All innovations in the chain we provide are of modest size (container shipping size) and modular. This makes it very suitable for a range of production scales and, in theory, on a footloose basis. It allows the production of renewable fuel in remote conditions, but also allows a significant scale-up towards the refinery of large volumes. This scale-up takes time and resources, but with this demonstration plant we aim to kickstart its development.

Are there any dangers surrounding the use of kerosene?

Once refining is complete, the renewable fuel meets the exact same specifications as other Jet A fuel. It can be tanked into planes that are operational today and has the same safety status as any other kerosene.
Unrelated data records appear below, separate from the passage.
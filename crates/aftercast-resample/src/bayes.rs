//! The Bayesian bootstrap (Rubin 1981, "The Bayesian bootstrap", Ann. Statist. 9:130-134).
//!
//! Each replicate puts Dirichlet(1, ..., 1) weights on the observed units and evaluates the
//! statistic under those weights: a weighted mean, a ratio of weighted sums, a weighted
//! quantile, or a contrast between groups that each get their own Dirichlet (stratified by
//! group). Dirichlet(1, ..., 1) weights are realised as independent Exp(1) draws divided by their
//! sum, so a replicate never needs the normalised weights: a weighted mean is
//! `sum w x / sum w` over the raw Exp(1) draws `w`.
//!
//! # Streaming
//!
//! No draws x units matrix is ever held. Replicate `i` makes one pass over the (prepared) data
//! with its own stream [`crate::rng::Stream::new`]`(seed, i)`; replicates run in parallel through
//! [`crate::rng::par_draws`], so a seed gives bit-identical draws for any number of threads.
//! Memory is the data plus, for quantiles only, one weight buffer per running thread.
//!
//! # Exact tie aggregation
//!
//! A value that appears `k` times gets `k` Exp(1) weights; only their sum enters any statistic
//! of the values (the units are exchangeable within the tie), and the sum of `k` independent
//! Exp(1) variables is exactly Gamma(k, 1). So the data are compressed once to distinct values
//! ("atoms") with counts, and each atom gets ONE Gamma(k, 1) weight per replicate. The draws have
//! exactly the same distribution as per-unit weights (not an approximation), while a metric
//! where 90% of users spend nothing costs per distinct value instead of per unit.
//! [`TieAggregation`] says when to compress.
//!
//! Data are sorted once when prepared, so results do not depend on the order of the input
//! units.
//!
//! # Examples
//!
//! ```
//! use aftercast_resample::bayes::BayesBootstrap;
//! let treated = [0.0, 0.0, 3.0, 5.0, 0.0, 8.0];
//! let control = [0.0, 1.0, 0.0, 2.0, 0.0, 0.0, 4.0];
//! let draws = BayesBootstrap::new(1000, 42).two_groups(&treated, &control)?;
//! assert_eq!(draws.difference.len(), 1000);
//! let relative = draws.relative()?; // (treated - control) / control, per draw
//! assert!(relative.iter().all(|r| r.is_finite()));
//! # Ok::<(), aftercast_resample::bayes::BayesError>(())
//! ```

use crate::rng::{Stream, par_draws};
use rand::Rng;
use rand_distr::{Distribution, Exp1, Gamma};
use std::collections::HashMap;

/// Relative cost of one Gamma(k, 1) draw (k >= 2, Marsaglia-Tsang) to one Exp(1) draw
/// (ziggurat), used by [`TieAggregation::Auto`]. Measured with the resampling benchmark on the
/// shared development machine: 2.65 (k = 2) and 2.51 (k = 50) in the quietest run, 1.7-3.4
/// under load (docs/performance.md, "Resampling"). Only speed depends on it, never the
/// draws' distribution.
pub const GAMMA_COST: f64 = 2.5;

/// When to compress tied values into one Gamma(k, 1) weight per distinct value.
///
/// Compression is exact in every mode: it changes the cost, never the distribution of the
/// draws (it does change which random numbers are used, so draws are reproducible per mode).
#[derive(Debug, Clone, Copy, PartialEq, Eq, Default)]
pub enum TieAggregation {
    /// Compress when it is cheaper: when `singletons + GAMMA_COST * tied_atoms < units`.
    #[default]
    Auto,
    /// Always compress to distinct values.
    Always,
    /// Never compress: one Exp(1) weight per unit.
    Never,
}

/// Everything that can be wrong with the input of a Bayesian bootstrap.
///
/// Groups are numbered by their position in the call: for single-sample functions the sample is
/// group 0; for [`BayesBootstrap::two_groups`] treated is group 0 and control group 1; for the
/// stratified functions, the position in the slice of groups.
#[derive(Debug, Clone, PartialEq, thiserror::Error)]
#[non_exhaustive]
pub enum BayesError {
    /// A group has no units.
    #[error("group {group} has no units: the Bayesian bootstrap needs at least one observation")]
    EmptyGroup {
        /// The group.
        group: usize,
    },
    /// A value is NaN or infinite.
    #[error("group {group}, unit {index}: value {value} is not a finite number")]
    NonFinite {
        /// The group.
        group: usize,
        /// 0-based position of the unit within the group as given.
        index: usize,
        /// The offending value.
        value: f64,
    },
    /// The numerator and denominator of a ratio have different lengths.
    #[error("group {group}: numerator has {numerator} units but denominator has {denominator}")]
    LengthMismatch {
        /// The group.
        group: usize,
        /// Number of numerator values.
        numerator: usize,
        /// Number of denominator values.
        denominator: usize,
    },
    /// Every denominator value is zero, so every replicate's denominator sum is zero.
    #[error("group {group}: all {units} denominator values are zero; the ratio is undefined")]
    ZeroDenominator {
        /// The group whose values form the denominator.
        group: usize,
        /// Number of units in that group.
        units: usize,
    },
    /// One replicate gave a non-finite statistic (e.g. a denominator sum of exactly zero for a
    /// denominator with values of both signs).
    #[error("replicate {replicate}: the statistic is {value} (its denominator is zero or the statistic overflowed)")]
    NonFiniteDraw {
        /// 0-based replicate index.
        replicate: usize,
        /// The value the replicate produced.
        value: f64,
    },
    /// A quantile probability outside [0, 1].
    #[error("quantile probability {p} is outside [0, 1]")]
    InvalidProbability {
        /// The probability given.
        p: f64,
    },
    /// Zero replicates were requested.
    #[error("the number of draws must be at least 1")]
    NoDraws,
}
How will the innovation campus fit into the landscape of the airport? Is there not limited room?

Due to the modular design of the technologies we use, the Pilot Plant on the innovation campus will be of a relatively modest size. As such, it will not be a large-scale, unhospitable refinery typical to those found in large petrochemical complexes. It will instead be an attractive facility on a scale that blends in well with the surrounding buildings of the campus, which include small-scale hydrogen production, a large solar field, electric and hybrid flying facilities (together with the Technical University of Delft) offices and hangars. Because this will be a world first, we are planning a designated visitor centre to receive and inform visitors such as school classes, interested business and government delegations, as well as travellers.

Does this project have legs for expansion?

The aim of the project is to scale-up. It is the only way renewable jet fuel from air can make a true difference to the worldwide emission levels of CO2. Such a scale-up will most likely take place in the Rotterdam harbour complex, providing a much needed second life to the currently fossil-based petrochemical complex, or similar sites elsewhere.

When will we see the first renewable kerosene powered flight?

If all goes according to plan, then we expect to have the first flight with our blend take off by 2022.